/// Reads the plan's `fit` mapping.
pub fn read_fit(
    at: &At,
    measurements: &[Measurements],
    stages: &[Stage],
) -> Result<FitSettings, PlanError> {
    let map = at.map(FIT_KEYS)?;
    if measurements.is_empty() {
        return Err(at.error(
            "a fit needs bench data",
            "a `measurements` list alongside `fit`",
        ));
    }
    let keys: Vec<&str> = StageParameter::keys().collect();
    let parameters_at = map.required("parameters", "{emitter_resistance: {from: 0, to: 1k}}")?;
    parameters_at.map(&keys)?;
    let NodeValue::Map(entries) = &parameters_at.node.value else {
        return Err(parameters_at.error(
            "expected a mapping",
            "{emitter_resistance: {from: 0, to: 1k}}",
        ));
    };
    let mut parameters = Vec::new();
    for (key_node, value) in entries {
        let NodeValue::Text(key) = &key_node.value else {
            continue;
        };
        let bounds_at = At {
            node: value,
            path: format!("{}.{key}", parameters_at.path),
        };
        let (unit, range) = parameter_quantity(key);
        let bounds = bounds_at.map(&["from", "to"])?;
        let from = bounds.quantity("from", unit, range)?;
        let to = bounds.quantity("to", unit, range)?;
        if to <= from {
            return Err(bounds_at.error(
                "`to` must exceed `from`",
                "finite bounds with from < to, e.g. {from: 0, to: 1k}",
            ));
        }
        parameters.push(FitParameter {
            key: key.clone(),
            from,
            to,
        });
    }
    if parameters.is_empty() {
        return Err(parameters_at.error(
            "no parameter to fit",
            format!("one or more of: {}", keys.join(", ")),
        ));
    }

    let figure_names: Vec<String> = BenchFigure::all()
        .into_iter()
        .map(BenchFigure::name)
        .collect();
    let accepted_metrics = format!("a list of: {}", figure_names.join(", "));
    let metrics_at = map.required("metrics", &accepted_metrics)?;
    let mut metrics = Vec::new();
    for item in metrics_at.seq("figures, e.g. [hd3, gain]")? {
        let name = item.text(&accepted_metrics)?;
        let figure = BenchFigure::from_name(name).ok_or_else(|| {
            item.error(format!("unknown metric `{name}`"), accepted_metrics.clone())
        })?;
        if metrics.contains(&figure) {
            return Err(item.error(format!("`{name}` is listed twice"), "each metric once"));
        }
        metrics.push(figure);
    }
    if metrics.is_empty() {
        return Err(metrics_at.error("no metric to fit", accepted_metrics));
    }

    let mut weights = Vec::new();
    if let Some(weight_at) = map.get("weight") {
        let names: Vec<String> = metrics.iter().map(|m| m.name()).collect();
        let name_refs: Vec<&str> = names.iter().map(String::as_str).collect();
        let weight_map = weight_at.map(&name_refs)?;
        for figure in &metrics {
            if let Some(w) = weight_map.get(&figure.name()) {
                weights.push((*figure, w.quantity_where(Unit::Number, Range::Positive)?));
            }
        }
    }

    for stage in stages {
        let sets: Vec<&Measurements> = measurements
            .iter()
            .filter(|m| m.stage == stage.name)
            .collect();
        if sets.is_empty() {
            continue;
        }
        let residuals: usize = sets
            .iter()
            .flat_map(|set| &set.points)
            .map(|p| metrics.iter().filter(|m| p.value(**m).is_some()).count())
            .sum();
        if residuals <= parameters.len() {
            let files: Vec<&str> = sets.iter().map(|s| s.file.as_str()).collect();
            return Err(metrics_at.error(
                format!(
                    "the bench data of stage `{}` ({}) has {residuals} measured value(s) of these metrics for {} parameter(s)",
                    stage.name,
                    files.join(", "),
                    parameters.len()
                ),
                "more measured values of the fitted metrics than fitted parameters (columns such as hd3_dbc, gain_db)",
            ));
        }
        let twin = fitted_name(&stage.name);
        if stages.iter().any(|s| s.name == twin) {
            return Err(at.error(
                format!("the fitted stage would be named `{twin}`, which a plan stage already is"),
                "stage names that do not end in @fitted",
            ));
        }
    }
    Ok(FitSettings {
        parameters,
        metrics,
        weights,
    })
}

================================

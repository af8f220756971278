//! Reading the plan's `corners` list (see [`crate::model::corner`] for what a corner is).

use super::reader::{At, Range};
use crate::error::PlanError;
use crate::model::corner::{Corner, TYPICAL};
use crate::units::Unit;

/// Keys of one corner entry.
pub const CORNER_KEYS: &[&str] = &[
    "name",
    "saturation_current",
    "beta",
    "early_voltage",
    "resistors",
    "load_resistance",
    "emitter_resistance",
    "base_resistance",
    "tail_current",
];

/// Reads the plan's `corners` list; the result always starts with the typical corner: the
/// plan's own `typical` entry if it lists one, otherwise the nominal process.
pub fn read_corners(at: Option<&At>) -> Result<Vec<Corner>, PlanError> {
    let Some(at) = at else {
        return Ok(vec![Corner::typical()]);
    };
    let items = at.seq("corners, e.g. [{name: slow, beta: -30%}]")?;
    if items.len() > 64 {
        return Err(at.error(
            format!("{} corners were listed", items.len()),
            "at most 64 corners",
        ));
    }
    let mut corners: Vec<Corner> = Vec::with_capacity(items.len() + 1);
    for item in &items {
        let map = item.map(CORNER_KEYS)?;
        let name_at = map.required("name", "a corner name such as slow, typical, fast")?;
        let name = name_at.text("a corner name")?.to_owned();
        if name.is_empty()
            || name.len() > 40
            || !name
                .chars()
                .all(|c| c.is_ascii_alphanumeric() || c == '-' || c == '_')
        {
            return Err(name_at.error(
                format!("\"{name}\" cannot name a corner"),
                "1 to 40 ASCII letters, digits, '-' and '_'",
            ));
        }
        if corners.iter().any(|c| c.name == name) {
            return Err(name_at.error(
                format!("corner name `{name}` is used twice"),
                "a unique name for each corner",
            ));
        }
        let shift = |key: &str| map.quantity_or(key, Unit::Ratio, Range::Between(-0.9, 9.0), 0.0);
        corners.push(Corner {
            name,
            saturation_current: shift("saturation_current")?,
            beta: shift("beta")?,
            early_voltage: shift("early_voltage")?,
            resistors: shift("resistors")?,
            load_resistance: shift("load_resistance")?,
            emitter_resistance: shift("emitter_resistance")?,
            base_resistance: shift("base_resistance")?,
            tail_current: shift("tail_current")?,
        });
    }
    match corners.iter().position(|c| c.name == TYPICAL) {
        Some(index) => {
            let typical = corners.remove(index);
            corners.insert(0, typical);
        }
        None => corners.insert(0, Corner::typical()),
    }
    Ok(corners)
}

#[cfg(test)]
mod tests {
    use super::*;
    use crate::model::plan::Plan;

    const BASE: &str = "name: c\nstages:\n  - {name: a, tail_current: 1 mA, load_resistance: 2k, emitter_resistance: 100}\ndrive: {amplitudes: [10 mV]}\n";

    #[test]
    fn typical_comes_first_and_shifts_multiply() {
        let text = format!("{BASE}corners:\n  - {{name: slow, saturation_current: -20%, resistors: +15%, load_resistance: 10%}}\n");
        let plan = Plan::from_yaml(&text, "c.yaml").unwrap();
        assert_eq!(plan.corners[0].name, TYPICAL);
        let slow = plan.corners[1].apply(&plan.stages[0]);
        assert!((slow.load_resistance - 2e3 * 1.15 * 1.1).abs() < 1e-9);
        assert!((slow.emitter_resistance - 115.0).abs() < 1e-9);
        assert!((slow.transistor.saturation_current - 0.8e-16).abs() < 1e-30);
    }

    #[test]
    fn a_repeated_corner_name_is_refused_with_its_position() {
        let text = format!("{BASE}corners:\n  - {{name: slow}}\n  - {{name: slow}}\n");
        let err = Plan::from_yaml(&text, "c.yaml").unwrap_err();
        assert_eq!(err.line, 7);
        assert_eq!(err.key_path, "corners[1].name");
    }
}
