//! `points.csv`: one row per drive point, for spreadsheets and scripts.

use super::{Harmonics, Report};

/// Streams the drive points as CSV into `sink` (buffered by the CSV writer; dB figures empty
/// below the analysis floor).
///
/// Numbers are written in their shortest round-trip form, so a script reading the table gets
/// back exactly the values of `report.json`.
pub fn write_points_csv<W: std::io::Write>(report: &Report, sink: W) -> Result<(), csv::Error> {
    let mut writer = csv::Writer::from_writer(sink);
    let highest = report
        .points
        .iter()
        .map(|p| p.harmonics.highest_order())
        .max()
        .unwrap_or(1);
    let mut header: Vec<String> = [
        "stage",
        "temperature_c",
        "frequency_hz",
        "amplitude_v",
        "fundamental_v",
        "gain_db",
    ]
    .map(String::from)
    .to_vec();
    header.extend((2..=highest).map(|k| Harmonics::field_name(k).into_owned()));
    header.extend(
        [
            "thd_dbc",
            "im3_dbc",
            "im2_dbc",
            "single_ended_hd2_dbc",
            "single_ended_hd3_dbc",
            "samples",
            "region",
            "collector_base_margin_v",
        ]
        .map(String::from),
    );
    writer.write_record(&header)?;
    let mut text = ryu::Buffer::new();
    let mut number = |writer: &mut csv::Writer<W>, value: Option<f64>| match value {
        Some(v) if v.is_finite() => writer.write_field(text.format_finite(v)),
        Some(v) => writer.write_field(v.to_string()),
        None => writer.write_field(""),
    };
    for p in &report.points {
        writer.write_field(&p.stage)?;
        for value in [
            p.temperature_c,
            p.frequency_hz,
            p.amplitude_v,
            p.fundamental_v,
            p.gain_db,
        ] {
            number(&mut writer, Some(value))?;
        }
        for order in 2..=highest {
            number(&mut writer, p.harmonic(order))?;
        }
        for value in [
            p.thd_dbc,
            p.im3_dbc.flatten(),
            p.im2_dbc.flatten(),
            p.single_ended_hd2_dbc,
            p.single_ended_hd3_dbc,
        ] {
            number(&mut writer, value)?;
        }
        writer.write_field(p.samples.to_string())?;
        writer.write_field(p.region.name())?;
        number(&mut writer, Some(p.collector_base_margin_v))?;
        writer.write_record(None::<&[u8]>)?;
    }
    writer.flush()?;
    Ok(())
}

================================

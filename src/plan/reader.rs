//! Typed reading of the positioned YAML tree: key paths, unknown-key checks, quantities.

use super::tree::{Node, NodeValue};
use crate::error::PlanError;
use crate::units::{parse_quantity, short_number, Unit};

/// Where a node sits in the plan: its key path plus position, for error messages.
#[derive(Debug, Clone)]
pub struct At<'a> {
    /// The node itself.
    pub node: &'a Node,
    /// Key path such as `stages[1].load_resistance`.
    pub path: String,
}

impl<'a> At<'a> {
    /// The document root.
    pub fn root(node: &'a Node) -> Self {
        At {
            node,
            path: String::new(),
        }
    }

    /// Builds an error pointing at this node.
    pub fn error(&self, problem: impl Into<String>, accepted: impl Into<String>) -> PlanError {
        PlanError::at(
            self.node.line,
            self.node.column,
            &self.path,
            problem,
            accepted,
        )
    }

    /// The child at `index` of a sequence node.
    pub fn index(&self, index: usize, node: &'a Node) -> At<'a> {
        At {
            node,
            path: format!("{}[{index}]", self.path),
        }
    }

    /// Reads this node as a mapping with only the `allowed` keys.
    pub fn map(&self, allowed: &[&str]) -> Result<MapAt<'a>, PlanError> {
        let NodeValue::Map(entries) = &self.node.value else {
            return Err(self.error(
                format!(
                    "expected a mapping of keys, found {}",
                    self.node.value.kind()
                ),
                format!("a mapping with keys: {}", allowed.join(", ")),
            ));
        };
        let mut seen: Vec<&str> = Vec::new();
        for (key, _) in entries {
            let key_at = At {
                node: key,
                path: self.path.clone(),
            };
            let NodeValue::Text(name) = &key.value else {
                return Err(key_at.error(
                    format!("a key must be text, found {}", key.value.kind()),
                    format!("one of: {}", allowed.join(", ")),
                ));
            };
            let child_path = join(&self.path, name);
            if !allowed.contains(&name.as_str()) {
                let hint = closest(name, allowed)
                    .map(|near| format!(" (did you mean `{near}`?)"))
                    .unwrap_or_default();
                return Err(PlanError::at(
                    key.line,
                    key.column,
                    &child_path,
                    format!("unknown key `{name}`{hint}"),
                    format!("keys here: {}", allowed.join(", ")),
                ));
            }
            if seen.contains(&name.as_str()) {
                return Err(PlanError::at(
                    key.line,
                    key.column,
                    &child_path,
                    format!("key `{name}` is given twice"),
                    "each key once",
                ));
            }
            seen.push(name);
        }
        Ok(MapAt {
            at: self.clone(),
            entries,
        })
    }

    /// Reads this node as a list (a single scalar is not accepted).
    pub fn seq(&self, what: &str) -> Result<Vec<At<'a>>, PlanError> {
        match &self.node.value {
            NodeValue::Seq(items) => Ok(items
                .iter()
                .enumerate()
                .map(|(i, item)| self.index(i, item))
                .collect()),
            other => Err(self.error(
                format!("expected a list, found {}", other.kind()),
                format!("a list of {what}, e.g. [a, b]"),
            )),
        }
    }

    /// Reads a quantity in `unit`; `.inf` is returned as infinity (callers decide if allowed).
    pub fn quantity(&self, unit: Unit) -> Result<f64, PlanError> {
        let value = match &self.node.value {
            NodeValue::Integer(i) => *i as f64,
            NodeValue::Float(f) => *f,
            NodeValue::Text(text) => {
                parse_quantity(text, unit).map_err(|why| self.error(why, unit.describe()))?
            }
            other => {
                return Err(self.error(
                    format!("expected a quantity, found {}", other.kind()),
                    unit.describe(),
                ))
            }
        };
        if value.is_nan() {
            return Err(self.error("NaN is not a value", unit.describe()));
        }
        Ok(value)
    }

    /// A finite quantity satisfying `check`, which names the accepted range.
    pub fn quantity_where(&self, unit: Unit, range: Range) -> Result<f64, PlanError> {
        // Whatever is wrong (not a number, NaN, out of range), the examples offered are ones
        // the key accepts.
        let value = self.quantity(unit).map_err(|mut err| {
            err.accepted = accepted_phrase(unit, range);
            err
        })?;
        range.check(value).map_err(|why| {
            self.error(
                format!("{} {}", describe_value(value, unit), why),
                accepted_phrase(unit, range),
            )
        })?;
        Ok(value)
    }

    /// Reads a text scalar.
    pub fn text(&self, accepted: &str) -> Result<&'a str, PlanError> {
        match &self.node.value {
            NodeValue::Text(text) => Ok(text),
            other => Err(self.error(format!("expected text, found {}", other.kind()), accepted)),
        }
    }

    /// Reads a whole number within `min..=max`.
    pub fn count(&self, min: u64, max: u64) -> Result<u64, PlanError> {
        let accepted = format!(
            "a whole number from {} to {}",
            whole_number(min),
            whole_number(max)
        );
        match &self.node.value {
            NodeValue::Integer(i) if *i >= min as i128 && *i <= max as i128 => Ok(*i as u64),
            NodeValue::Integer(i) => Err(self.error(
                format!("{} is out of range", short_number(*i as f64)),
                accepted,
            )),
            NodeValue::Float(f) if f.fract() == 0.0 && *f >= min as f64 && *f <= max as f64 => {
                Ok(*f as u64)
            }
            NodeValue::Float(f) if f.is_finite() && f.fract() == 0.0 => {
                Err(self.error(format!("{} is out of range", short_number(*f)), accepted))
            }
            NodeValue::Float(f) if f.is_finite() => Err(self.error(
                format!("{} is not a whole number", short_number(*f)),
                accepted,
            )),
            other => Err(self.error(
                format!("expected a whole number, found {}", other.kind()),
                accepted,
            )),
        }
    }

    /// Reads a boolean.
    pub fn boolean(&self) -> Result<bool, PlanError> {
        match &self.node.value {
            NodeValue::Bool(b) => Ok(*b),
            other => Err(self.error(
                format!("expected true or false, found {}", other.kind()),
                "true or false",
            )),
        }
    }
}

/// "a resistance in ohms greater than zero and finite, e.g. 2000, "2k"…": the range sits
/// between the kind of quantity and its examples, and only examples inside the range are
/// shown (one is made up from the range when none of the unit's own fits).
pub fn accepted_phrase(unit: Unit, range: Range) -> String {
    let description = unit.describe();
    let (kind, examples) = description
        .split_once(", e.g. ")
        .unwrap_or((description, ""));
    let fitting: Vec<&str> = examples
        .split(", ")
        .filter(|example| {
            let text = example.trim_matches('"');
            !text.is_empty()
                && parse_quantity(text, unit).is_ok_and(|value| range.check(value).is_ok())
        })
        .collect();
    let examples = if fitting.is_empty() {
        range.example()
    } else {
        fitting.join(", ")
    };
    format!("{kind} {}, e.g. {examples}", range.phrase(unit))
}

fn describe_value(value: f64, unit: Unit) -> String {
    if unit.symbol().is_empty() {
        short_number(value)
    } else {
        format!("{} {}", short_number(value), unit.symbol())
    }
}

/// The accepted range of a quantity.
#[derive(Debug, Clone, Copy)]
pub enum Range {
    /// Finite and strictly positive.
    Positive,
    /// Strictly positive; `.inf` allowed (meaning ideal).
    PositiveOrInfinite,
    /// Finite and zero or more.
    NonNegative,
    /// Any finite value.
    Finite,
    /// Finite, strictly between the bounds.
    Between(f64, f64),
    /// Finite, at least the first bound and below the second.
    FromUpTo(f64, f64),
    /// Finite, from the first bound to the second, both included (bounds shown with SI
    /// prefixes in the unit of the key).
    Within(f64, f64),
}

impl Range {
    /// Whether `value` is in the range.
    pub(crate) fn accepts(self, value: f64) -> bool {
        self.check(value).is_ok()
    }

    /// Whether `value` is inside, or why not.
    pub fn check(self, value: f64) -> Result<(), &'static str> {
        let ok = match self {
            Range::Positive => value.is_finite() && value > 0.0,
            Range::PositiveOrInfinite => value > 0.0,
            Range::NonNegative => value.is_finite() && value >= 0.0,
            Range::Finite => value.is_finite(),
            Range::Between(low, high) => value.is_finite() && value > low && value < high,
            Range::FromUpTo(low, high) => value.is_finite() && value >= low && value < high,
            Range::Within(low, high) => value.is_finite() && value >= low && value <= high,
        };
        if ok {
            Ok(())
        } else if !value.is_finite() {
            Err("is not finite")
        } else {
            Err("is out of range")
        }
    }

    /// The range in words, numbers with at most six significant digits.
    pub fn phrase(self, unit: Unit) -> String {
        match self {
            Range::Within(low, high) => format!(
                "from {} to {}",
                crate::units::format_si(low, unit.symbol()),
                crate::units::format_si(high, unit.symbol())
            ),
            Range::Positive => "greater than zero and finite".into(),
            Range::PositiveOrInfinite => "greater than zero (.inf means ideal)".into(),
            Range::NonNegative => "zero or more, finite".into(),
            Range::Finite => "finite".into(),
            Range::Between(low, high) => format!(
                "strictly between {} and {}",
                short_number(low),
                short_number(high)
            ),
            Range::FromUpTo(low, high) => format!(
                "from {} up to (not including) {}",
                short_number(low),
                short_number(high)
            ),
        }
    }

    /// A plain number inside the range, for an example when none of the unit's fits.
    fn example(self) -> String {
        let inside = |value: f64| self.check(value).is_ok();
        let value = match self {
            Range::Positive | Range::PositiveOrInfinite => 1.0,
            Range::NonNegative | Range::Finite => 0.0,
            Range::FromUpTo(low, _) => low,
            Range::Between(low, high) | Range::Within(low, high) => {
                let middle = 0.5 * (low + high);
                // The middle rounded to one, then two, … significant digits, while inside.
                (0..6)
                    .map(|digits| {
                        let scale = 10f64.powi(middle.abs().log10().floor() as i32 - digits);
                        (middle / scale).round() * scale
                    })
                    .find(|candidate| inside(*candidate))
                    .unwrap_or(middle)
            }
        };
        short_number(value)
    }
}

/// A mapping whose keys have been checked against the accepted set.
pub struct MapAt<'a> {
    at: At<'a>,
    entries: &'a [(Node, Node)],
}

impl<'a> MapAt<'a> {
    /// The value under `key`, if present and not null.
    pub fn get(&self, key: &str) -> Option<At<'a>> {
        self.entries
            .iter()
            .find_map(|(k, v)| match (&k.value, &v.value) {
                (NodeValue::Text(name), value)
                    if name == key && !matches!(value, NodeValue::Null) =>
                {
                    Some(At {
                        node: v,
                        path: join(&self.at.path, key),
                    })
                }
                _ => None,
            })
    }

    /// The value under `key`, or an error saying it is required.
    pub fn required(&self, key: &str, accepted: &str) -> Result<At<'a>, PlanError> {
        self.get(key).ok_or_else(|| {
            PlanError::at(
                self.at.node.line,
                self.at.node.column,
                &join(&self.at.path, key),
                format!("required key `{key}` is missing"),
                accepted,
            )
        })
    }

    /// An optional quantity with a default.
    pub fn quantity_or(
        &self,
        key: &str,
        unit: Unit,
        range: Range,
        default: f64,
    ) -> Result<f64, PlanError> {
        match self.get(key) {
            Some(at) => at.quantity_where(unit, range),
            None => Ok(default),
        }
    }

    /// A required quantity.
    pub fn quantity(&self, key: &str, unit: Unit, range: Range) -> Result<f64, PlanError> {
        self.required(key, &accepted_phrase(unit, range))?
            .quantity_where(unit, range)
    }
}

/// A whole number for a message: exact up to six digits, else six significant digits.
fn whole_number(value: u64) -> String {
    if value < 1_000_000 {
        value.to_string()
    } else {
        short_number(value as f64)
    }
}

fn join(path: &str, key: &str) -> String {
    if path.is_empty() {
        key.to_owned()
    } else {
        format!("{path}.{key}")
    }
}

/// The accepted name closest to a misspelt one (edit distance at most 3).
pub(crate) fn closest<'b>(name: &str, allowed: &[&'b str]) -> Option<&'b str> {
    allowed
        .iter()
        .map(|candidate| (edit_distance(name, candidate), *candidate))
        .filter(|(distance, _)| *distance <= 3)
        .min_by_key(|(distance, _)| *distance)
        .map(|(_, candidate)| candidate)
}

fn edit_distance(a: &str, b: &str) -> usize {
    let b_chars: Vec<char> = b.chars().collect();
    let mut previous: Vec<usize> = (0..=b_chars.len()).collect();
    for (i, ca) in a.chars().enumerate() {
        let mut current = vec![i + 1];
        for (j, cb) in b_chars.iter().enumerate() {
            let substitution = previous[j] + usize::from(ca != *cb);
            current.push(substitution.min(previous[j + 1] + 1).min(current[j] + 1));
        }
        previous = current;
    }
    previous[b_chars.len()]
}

================================

DESCRIPTION OF THE TASK :: Extract every line containing the string "second" from the material.

ANSWER FOR THIS EXERCISE ::
    /// Finite, at least the first bound and below the second.
    /// Finite, from the first bound to the second, both included (bounds shown with SI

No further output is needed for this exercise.